I would apply the dye to the wood first and then clear coat. 

I know that the dye does not have the same suspended particles as a stain but the dye will still mute the finish. It probably shouldn't, but it does. Generally mixing a finish with a dye or stain is referred to as a toner.


----------



## Dave Paine (May 30, 2012)

I have used Transtint dye mixed with shellac and have been happy with the result.

Do you have a piece of quilted maple, or am I seeing planer marks from the factory planing?

The seal-a-coat is a dewaxed shellac, so that any finish can be applied on top.

I am with Tony B. Sand back to bare wood is the only way to try and correct.

Different experts have different processes.
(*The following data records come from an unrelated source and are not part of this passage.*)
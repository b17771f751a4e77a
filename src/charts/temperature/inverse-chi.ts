/**
 * Inverse susceptibility 1/χ against T: the data (with σ(1/χ) = σ/χ² error
 * bars when χ has σ), the fitted Curie–Weiss model drawn as 1/χ_model, a
 * rule at 1/χ = 0, and θ marked where the model's 1/χ reaches zero. When θ
 * lies outside the curve's range the line is carried on to (θ, 0) dashed:
 * 1/χ_model vanishes at T = θ, where χ_model diverges.
 */
import type { ChartLayer } from '../frame';
import { layeredChart } from '../frame';
import type { IChartTheme } from '../theme';
import type { ISweepChart } from '../sweeps/common';
import { finite, finiteRows, fmt } from '../sweeps/common';
import type { ITemperatureChartOptions } from './common';
import { drawnRows, reducedNote, titleLines } from './common';

/** Input of {@link buildInverseChiSpec}. */
export interface IInverseChiInput {
  T: ArrayLike<number>;
  /** Susceptibility at each T. */
  chi: ArrayLike<number>;
  /** Standard uncertainty of each χ. */
  sigma?: ArrayLike<number>;
  /** The fitted model χ(T) (x = T, y = χ), drawn as 1/χ. */
  curve?: { x: number[]; y: number[] };
  /** Weiss temperature θ of the fit (K). */
  theta?: number;
  /** Unit of χ ('' when dimensionless). */
  yUnit: string;
}

/** Options of {@link buildInverseChiSpec}. */
export interface IInverseChiChartOptions extends ITemperatureChartOptions {
  /** Axis title of T (default "T (K)"). */
  xTitle?: string;
}

/** The unit of 1/χ written from the unit of χ. */
function inverseUnit(unit: string): string {
  const u = unit.trim();
  if (!u) {
    return '';
  }
  return /^[A-Za-z]+$/.test(u) ? `${u}⁻¹` : `(${u})⁻¹`;
}

/** Builds the 1/χ chart; empty or non-finite input gives an empty chart saying so. */
export function buildInverseChiSpec(input: IInverseChiInput, theme: IChartTheme, options: IInverseChiChartOptions = {}): ISweepChart {
  const { T, chi, sigma } = input;
  const n = Math.min(T.length, chi.length);
  const inv = new Float64Array(n);
  for (let i = 0; i < n; i++) {
    inv[i] = chi[i] !== 0 ? 1 / chi[i] : Number.NaN;
  }
  const { rows, total } = drawnRows(T, inv, () => true, options.maxPoints);
  const points = Array.from(rows, i => ({ T: T[i], inv: inv[i], row: i }));
  const bars = finiteRows(
    sigma
      ? Array.from(rows)
          .filter(i => i < sigma.length && finite(sigma[i]) && sigma[i] !== 0)
          .map(i => {
            const s = Math.abs(sigma[i]) / (chi[i] * chi[i]);
            return { T: T[i], lo: inv[i] - s, hi: inv[i] + s };
          })
      : []
  );
  const line: { T: number; inv: number }[] = [];
  if (input.curve) {
    const { x, y } = input.curve;
    for (let i = 0; i < Math.min(x?.length ?? 0, y?.length ?? 0); i++) {
      const v = 1 / y[i];
      if (finite(x[i]) && finite(y[i]) && y[i] !== 0 && finite(v)) {
        line.push({ T: x[i], inv: v });
      }
    }
    line.sort((a, b) => a.T - b.T);
  }
  const theta = input.theta !== undefined && finite(input.theta) ? input.theta : null;
  // Carry the model on to (θ, 0) when θ is beyond the curve's ends.
  const reach: { T: number; inv: number; i: number }[] = [];
  if (theta !== null && line.length > 0) {
    const first = line[0];
    const last = line[line.length - 1];
    const from = theta < first.T ? first : theta > last.T ? last : null;
    if (from) {
      reach.push({ T: from.T, inv: from.inv, i: 0 }, { T: theta, inv: 0, i: 1 });
    }
  }
  const xTitle = options.xTitle ?? 'T (K)';
  const iu = inverseUnit(input.yUnit ?? '');
  const yTitle = iu ? `1/χ (${iu})` : '1/χ';
  const x = { field: 'T', type: 'quantitative' as const, title: xTitle, scale: { zero: false } };
  const y = { field: 'inv', type: 'quantitative' as const, title: yTitle };
  const layer: ChartLayer[] = [
    {
      data: { values: [{ zero: 0 }] },
      mark: { type: 'rule', color: theme.text, strokeWidth: 1, opacity: 0.6 },
      encoding: { y: { field: 'zero', type: 'quantitative' } }
    }
  ];
  if (bars.length > 0) {
    layer.push({
      data: { values: bars },
      mark: { type: 'rule', color: theme.accent, strokeWidth: 1, opacity: 0.8 },
      encoding: { x, y: { field: 'lo', type: 'quantitative' }, y2: { field: 'hi' } }
    });
  }
  layer.push({
    data: { values: points },
    mark: { type: 'point', filled: true, size: 30, color: theme.accent, opacity: 0.9, tooltip: true },
    encoding: {
      x,
      y,
      tooltip: [
        { field: 'row', type: 'quantitative', title: 'row' },
        { field: 'T', type: 'quantitative', title: xTitle, format: '.6~g' },
        { field: 'inv', type: 'quantitative', title: yTitle, format: '.4~g' }
      ]
    }
  });
  if (line.length > 0) {
    layer.push({
      data: { values: line },
      mark: { type: 'line', color: theme.accent2, strokeWidth: 2, clip: true },
      encoding: { x, y }
    });
  }
  if (reach.length > 0) {
    layer.push({
      data: { values: reach },
      mark: { type: 'line', color: theme.accent2, strokeWidth: 1.5, strokeDash: [5, 4], opacity: 0.8 },
      encoding: { x, y, order: { field: 'i', type: 'quantitative' } }
    });
  }
  const thetaText = theta !== null ? `θ = ${fmt(theta)} K` : '';
  if (theta !== null) {
    const mark = [{ T: theta, inv: 0, label: thetaText }];
    layer.push(
      {
        data: { values: mark },
        mark: { type: 'point', shape: 'diamond', filled: true, size: 90, color: theme.accent2 },
        encoding: { x, y }
      },
      {
        data: { values: mark },
        mark: { type: 'text', color: theme.text, align: 'left', baseline: 'bottom', dx: 6, dy: -6, fontSize: 11 },
        encoding: { x, y, text: { field: 'label', type: 'nominal' } }
      }
    );
  }
  const title = 'Inverse susceptibility';
  const caption =
    total === 0 && line.length === 0
      ? 'No susceptibility to draw'
      : [
          `${total} points`,
          line.length > 0 ? 'line: 1/χ of the Curie–Weiss fit' : 'no fit drawn',
          theta !== null ? `${thetaText} where it reaches zero` : 'θ unknown',
          bars.length > 0 ? 'error bars ±σ(1/χ) = σ/χ²' : ''
        ]
          .filter(s => s)
          .join('; ') + reducedNote(points.length, total);
  return {
    spec: layeredChart(layer, {
      description: `1/χ against T: the data, 1/χ of the Curie–Weiss fit, and θ where it reaches zero. ${caption}`,
      theme,
      title: titleLines(title, caption, options),
      height: options.height
    }),
    rows: 1 + points.length + bars.length + line.length + reach.length + (theta !== null ? 2 : 0),
    title,
    caption
  };
}
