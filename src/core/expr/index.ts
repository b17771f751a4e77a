/**
 * User expression models for the fit engine (mathjs parsing, whitelisted
 * compilation, symbolic Jacobians).
 */
export { parseExpressionModel } from './expressionModel';
export type { IExpressionModel, IExpressionModelOptions } from './expressionModel';
export { ExpressionError, normalizeExpressionText, splitEquation, FUNCTION_ALIASES } from './normalize';
export { SUPPORTED_FUNCTIONS } from './compile';
export { PRECISE_FUNCTIONS } from './precise';
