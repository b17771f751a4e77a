/**
 * Fit models from user expressions such as `b1*(1-exp(-b2*x))`.
 *
 * The text is normalised (`[ ]` → `( )`, `**` → `^`, aliases), parsed by
 * mathjs, its parameters identified (every symbol that is not a variable, a
 * given constant or pi/e), compiled to a JavaScript function through a
 * whitelist (see `compile.ts`), and differentiated symbolically with mathjs
 * for an analytic Jacobian when every derivative compiles.
 *
 * Several independent variables: pass `columns` (one array per variable);
 * the fit's x is then the point index into those columns.
 */
import { compile, derivative, parse } from 'mathjs';
import type { MathNode } from 'mathjs';
import type { IFitModel } from '../fit/types';
import { SharedTerms, collectSymbols, numberLiteral, toJavaScript } from './compile';
import { generate, interpret, interpretMany } from './kernelFactory';
import type { Kernel } from './kernelFactory';
import { ExpressionError, normalizeExpressionText, splitEquation } from './normalize';
import { buildPreciseKernel, preciseResolver } from './precise';

/** Options of `parseExpressionModel`. */
export interface IExpressionModelOptions {
  /** Independent-variable names; default `['x']`. */
  variables?: string[];
  /** One data column per variable; when given, the fit's x is the point index. */
  columns?: Record<string, ArrayLike<number>>;
  /** Named numeric constants (e.g. `{ pi: 3.14159… }`). */
  constants?: Record<string, number>;
  /** Parameter order; default: order of first appearance in the model. */
  parameters?: string[];
  /** Use symbolic derivatives for the Jacobian when possible; default true. */
  symbolicJacobian?: boolean;
  /**
   * 'generated' (default when the environment allows `new Function`): compile
   * to a JavaScript function through the whitelist; 'mathjs': evaluate with
   * mathjs `compile` and a scope per point (slower; used automatically when
   * code generation is not allowed).
   */
  evaluation?: 'generated' | 'mathjs';
}

/** A compiled expression model. */
export interface IExpressionModel extends IFitModel {
  /** Normalised model expression (right-hand side). */
  readonly expression: string;
  /** Left-hand side (response expression) or null. */
  readonly response: string | null;
  readonly variables: readonly string[];
  /** Symbolic ∂f/∂pⱼ as text, or null when the Jacobian is by finite differences. */
  readonly derivatives: readonly string[] | null;
  /** How the expression is evaluated. */
  readonly evaluation: 'generated-function' | 'mathjs-compiled';
  /** Applies the left-hand side to observed values (identity when it is a bare symbol). */
  transformResponse(y: ArrayLike<number>): number[];
}

const BUILTIN_CONSTANTS: Readonly<Record<string, number>> = { pi: Math.PI, PI: Math.PI, e: Math.E, E: Math.E };

function hasOwn(obj: Record<string, number>, key: string): boolean {
  return Object.prototype.hasOwnProperty.call(obj, key);
}

function parseNode(text: string): MathNode {
  try {
    return parse(text);
  } catch (err) {
    throw new ExpressionError(`cannot parse "${text}": ${err instanceof Error ? err.message : String(err)}`);
  }
}

let functionConstructorAllowed: boolean | null = null;
function canGenerate(): boolean {
  if (functionConstructorAllowed === null) {
    try {
      functionConstructorAllowed = new Function('return 1')() === 1;
    } catch {
      functionConstructorAllowed = false;
    }
  }
  return functionConstructorAllowed;
}

/** Parses, checks and compiles a model expression. Throws `ExpressionError`. */
export function parseExpressionModel(text: string, options: IExpressionModelOptions = {}): IExpressionModel {
  if (typeof text !== 'string' || text.trim() === '') {
    throw new ExpressionError('model expression is empty');
  }
  const { lhs, rhs } = splitEquation(normalizeExpressionText(text));
  const variables = options.variables ?? ['x'];
  const constants: Record<string, number> = { ...(options.constants ?? {}) };
  const columns = options.columns;
  if (columns) {
    for (const v of variables) {
      if (!columns[v]) {
        throw new ExpressionError(`no data column for variable "${v}"`);
      }
    }
  } else if (variables.length !== 1) {
    throw new ExpressionError('several variables need `columns` (the fit x is then the point index)');
  }
  const node = parseNode(rhs);
  const symbols = collectSymbols(node);
  const isKnown = (s: string): boolean =>
    variables.includes(s) || hasOwn(constants, s) || (hasOwn(BUILTIN_CONSTANTS, s) && !options.parameters?.includes(s));
  const found = symbols.filter((s) => !isKnown(s));
  let parameters: string[];
  if (options.parameters) {
    parameters = options.parameters.slice();
    const missing = found.filter((s) => !parameters.includes(s));
    if (missing.length > 0) {
      throw new ExpressionError(`symbols ${missing.join(', ')} are neither parameters, variables nor constants`);
    }
  } else {
    parameters = found;
  }
  if (parameters.length === 0) {
    throw new ExpressionError(`"${rhs}" has no parameters to fit`);
  }
  const resolve = (name: string): string | null => {
    const vi = variables.indexOf(name);
    if (vi >= 0) {
      return `v${vi}`;
    }
    if (hasOwn(constants, name)) {
      return numberLiteral(constants[name]);
    }
    const pi = parameters.indexOf(name);
    if (pi >= 0) {
      return `q${pi}`;
    }
    if (hasOwn(BUILTIN_CONSTANTS, name)) {
      return numberLiteral(BUILTIN_CONSTANTS[name]);
    }
    return null;
  };
  // Checks the whitelist (throws ExpressionError) whichever evaluation is used.
  toJavaScript(node, resolve);
  let derivativeNodes: MathNode[] | null = null;
  if (options.symbolicJacobian !== false) {
    try {
      const nodes = parameters.map((p) => derivative(node, p));
      nodes.forEach((d) => toJavaScript(d, resolve));
      derivativeNodes = nodes;
    } catch {
      derivativeNodes = null;
    }
  }
  const colArrays = variables.map((v) => (columns ? columns[v] : null));
  let evaluate: Kernel;
  let jacobian: Kernel | undefined;
  let evaluation: IExpressionModel['evaluation'];
  if (options.evaluation !== 'mathjs' && canGenerate()) {
    // Each kernel names every sub-term once per point (common subexpressions
    // of the derivatives are computed once; small integer powers are products).
    const k = parameters.length;
    const nv = variables.length;
    const valueTerms = new SharedTerms();
    evaluate = generate(k, nv, Boolean(columns), [toJavaScript(node, resolve, valueTerms)], colArrays, valueTerms.lines);
    if (derivativeNodes) {
      const jacTerms = new SharedTerms();
      const dJs = derivativeNodes.map((d) => toJavaScript(d, resolve, jacTerms));
      jacobian = generate(k, nv, Boolean(columns), dJs, colArrays, jacTerms.lines);
    }
    evaluation = 'generated-function';
  } else {
    evaluate = interpret(node, parameters, variables, constants, colArrays);
    jacobian = derivativeNodes ? interpretMany(derivativeNodes, parameters, variables, constants, colArrays) : undefined;
    evaluation = 'mathjs-compiled';
  }
  const transformResponse = responseTransform(lhs, constants, variables);
  const model: IExpressionModel = {
    parameters,
    expression: rhs,
    response: lhs,
    variables,
    derivatives: derivativeNodes ? derivativeNodes.map((d) => d.toString()) : null,
    evaluation,
    evaluate,
    transformResponse,
    // Generated code evaluates each point on its own (several variables: x is the point index).
    pointwise: true
  };
  if (jacobian) {
    model.jacobian = jacobian;
  }
  const precise = buildPreciseKernel(node, preciseResolver(variables, constants, parameters), colArrays);
  if (precise) {
    model.evaluatePrecise = precise;
  }
  return model;
}

function responseTransform(
  lhs: string | null,
  constants: Record<string, number>,
  variables: string[]
): (y: ArrayLike<number>) => number[] {
  if (lhs === null) {
    return (y) => Array.from(y);
  }
  const node = parseNode(lhs);
  const symbols = collectSymbols(node).filter((s) => !(hasOwn(constants, s)) && !(hasOwn(BUILTIN_CONSTANTS, s)));
  if (symbols.length !== 1) {
    throw new ExpressionError(`left-hand side "${lhs}" must contain exactly one response symbol`);
  }
  if (variables.includes(symbols[0])) {
    throw new ExpressionError(`the response "${symbols[0]}" is also an independent variable`);
  }
  if (node.type === 'SymbolNode') {
    return (y) => Array.from(y);
  }
  const js = toJavaScript(node, (name) =>
    name === symbols[0]
      ? 'v0'
      : hasOwn(constants, name)
        ? numberLiteral(constants[name])
        : hasOwn(BUILTIN_CONSTANTS, name)
          ? numberLiteral(BUILTIN_CONSTANTS[name])
          : null
  );
  if (canGenerate()) {
    const kernel = generate(0, 1, false, [js], [null]);
    return (y) => {
      const out = new Float64Array(y.length);
      kernel(new Float64Array(0), Float64Array.from(y), out);
      return Array.from(out);
    };
  }
  const c = compile(lhs);
  return (y) =>
    Array.from(y, (v) => {
      const r: unknown = c.evaluate({ ...constants, [symbols[0]]: v });
      return typeof r === 'number' ? r : Number.NaN;
    });
}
Charles Neil says to only sand to 150-180 grit. Don't you love the consistent of the experts - NOT!

https://www.youtube.com/watch?v=IWCptCxNx4I

If all else fails, send me the board and I will run through my drum sander and get this back to bare wood. I can even apply the stain for you if you include the Transtint dye. I have the seal-a-coat.


----------



## L1011 (Feb 18, 2013)

I actually don't know what Quilted Maple is.  The board was from Lowe's and it looked pretty nice so I thought it would be a good candidate for popping the grain. I'm going to sand it bare and try again but with much less sanding after applying the Shellac this time. The marks that occurred were a result of me sanding after applying the Shellac. I'm thinking I may not have given it enough time to dry as there was some smearing that occurred when I sanded. Thank you for the offer to plane it for me!

As a general question, is the method used by the WW to "pop the grain" for Maple apply to other light-colored woods like Oak, Birch, etc? 

Although I like Maple, I might try making the cribbage board out of Oak and wanted to try the exact same process that I used on the Maple (i.e. Transtint Dye in Shellac, then the oil finish).


----------



## 4reel (Mar 3, 2013)

*Poping without dye*

We live in a town that thrives on antiques. Federal Restoration is about a block from me. I had some work done there and the lady that answered the same question you did does all their staining etc. I have been making jewelry boxes from figured maple and needed a hint. She said to sand to 120 then wet the surface. When dry sand with 220 and then clean. she uses linseed oil and then finishes over that. I have also tried Tung Oil and it has a similar but not as dark coloration. I do not like dies since they are not what the wood coloring is naturally. Am I a purist, no, but hard to beat what God has made.


----------



## Dave Paine (May 30, 2012)

L1011 said:


> I actually don't know what Quilted Maple is.  The board was from Lowe's and it looked pretty nice so I thought it would be a good candidate for popping the grain. I'm going to sand it bare and try again but with much less sanding after applying the Shellac this time.
> 
> As a general question, is the method used by the WW to "pop the grain" for Maple apply to other light-colored woods like Oak, Birch, etc?
> 
> Although I like Maple, I might try making the cribbage board out of Oak and wanted to try the exact same process that I used on the Maple (i.e. Transtint Dye in Shellac, then the oil finish).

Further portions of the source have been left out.